§ Material for this exercise:
package resample

import (
	"errors"
	"fmt"
	"hash/fnv"
	"math"
	"slices"

	"tailgap/core/sample"
)

// Part is what is kept of the replicates of some blocks: for each region and
// weight, and for each group and weight, the largest squared studentised gaps.
// The parts of a plan can be made anywhere, in any split and order, and give
// the same quantiles: see Merge.
type Part struct {
	plan   uint64 // fingerprint of the plan
	blocks blocks
	kept   [][]float64
}

// newPart puts together what the studies kept of some blocks.
func newPart(plan Plan, made blocks, studies []*study) (Part, error) {
	part := Part{blocks: made, kept: make([][]float64, plan.places())}
	count := plan.kept(made)
	for i := range part.kept {
		all := newLargest(max(1, count))
		for _, s := range studies {
			all.offerAll(s.largest(i).values)
		}
		all.shrink()
		if len(all.values) != count {
			return Part{}, errors.New("the studentised gap of a replicate is not a number")
		}
		part.kept[i] = all.values
	}
	return part, nil
}

// rows is how many regions, and how many groups, the plan asks quantiles of.
func (p Plan) rows() (regions, groups int) {
	if p.BandsOnly {
		return 0, len(p.Groups)
	}
	return len(p.Regions), len(p.Groups)
}

// places is how many quantiles the plan asks for.
func (p Plan) places() int {
	regions, groups := p.rows()
	return (regions + groups) * len(p.Weights)
}

// kept is how many values some blocks leave for each place.
func (p Plan) kept(made blocks) int {
	return min(upperRank(p.Replicates, p.Level), p.replicates(made))
}

// fingerprint tells plans apart by all that a replicate depends on, so that no
// part is taken for one of another question's, or of other people's.
func (p Plan) fingerprint() uint64 {
	var hash uint64
	for i, score := range p.Table.Counts.Score {
		hash = mix(mix(hash^math.Float64bits(score)) ^ uint64(p.Table.Counts.Count[i]))
	}
	p.Table.Counts, p.Table.U = sample.Counts{}, nil // they, and
	p.Estimates, p.Workers = nil, 0                  // these follow from the rest, or make no difference
	rest := fnv.New64a()
	fmt.Fprint(rest, p)
	return mix(hash ^ rest.Sum64())
}

// Merge returns the quantiles of all replicates from parts that together have
// each block of the plan once. It returns an error for any other parts, and
// for parts of another plan.
func Merge(plan Plan, parts []Part) (Quantiles, error) {
	var all blocks
	fingerprint := plan.fingerprint()
	for _, part := range parts {
		if part.plan != fingerprint || !part.fits(plan) {
			return Quantiles{}, errors.New("the parts are of other replicates than these: of another question, or other data")
		}
		all = append(all, part.blocks...)
	}
	if !slices.Equal(all.joined(), blocks{{0, plan.Blocks()}}) {
		return Quantiles{}, fmt.Errorf("the parts don't have every one of the %d blocks of replicates once", plan.Blocks())
	}
	return merge(plan, parts), nil
}

func (p Part) fits(plan Plan) bool {
	return p.blocks.within(plan.Blocks()) && len(p.kept) == plan.places() &&
		!slices.ContainsFunc(p.kept, func(kept []float64) bool { return len(kept) != plan.kept(p.blocks) })
}

func merge(plan Plan, parts []Part) Quantiles {
	quantiles := make([]float64, plan.places())
	for i := range quantiles {
		all := newLargest(upperRank(plan.Replicates, plan.Level))
		for _, part := range parts {
			all.offerAll(part.kept[i])
		}
		quantiles[i] = math.Sqrt(all.least())
	}
	rows := slices.Collect(slices.Chunk(quantiles, len(plan.Weights)))
	regions, _ := plan.rows()
	return Quantiles{Region: rows[:regions], Group: rows[regions:]}
}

§ Try it: Once the line containing "var hash uint64" is found in the listing above, set down that line and every line after it, exactly.

§ Task output:
	var hash uint64
	for i, score := range p.Table.Counts.Score {
		hash = mix(mix(hash^math.Float64bits(score)) ^ uint64(p.Table.Counts.Count[i]))
	}
	p.Table.Counts, p.Table.U = sample.Counts{}, nil // they, and
	p.Estimates, p.Workers = nil, 0                  // these follow from the rest, or make no difference
	rest := fnv.New64a()
	fmt.Fprint(rest, p)
	return mix(hash ^ rest.Sum64())
}

// Merge returns the quantiles of all replicates from parts that together have
// each block of the plan once. It returns an error for any other parts, and
// for parts of another plan.
func Merge(plan Plan, parts []Part) (Quantiles, error) {
	var all blocks
	fingerprint := plan.fingerprint()
	for _, part := range parts {
		if part.plan != fingerprint || !part.fits(plan) {
			return Quantiles{}, errors.New("the parts are of other replicates than these: of another question, or other data")
		}
		all = append(all, part.blocks...)
	}
	if !slices.Equal(all.joined(), blocks{{0, plan.Blocks()}}) {
		return Quantiles{}, fmt.Errorf("the parts don't have every one of the %d blocks of replicates once", plan.Blocks())
	}
	return merge(plan, parts), nil
}

func (p Part) fits(plan Plan) bool {
	return p.blocks.within(plan.Blocks()) && len(p.kept) == plan.places() &&
		!slices.ContainsFunc(p.kept, func(kept []float64) bool { return len(kept) != plan.kept(p.blocks) })
}

func merge(plan Plan, parts []Part) Quantiles {
	quantiles := make([]float64, plan.places())
	for i := range quantiles {
		all := newLargest(upperRank(plan.Replicates, plan.Level))
		for _, part := range parts {
			all.offerAll(part.kept[i])
		}
		quantiles[i] = math.Sqrt(all.least())
	}
	rows := slices.Collect(slices.Chunk(quantiles, len(plan.Weights)))
	regions, _ := plan.rows()
	return Quantiles{Region: rows[:regions], Group: rows[regions:]}
}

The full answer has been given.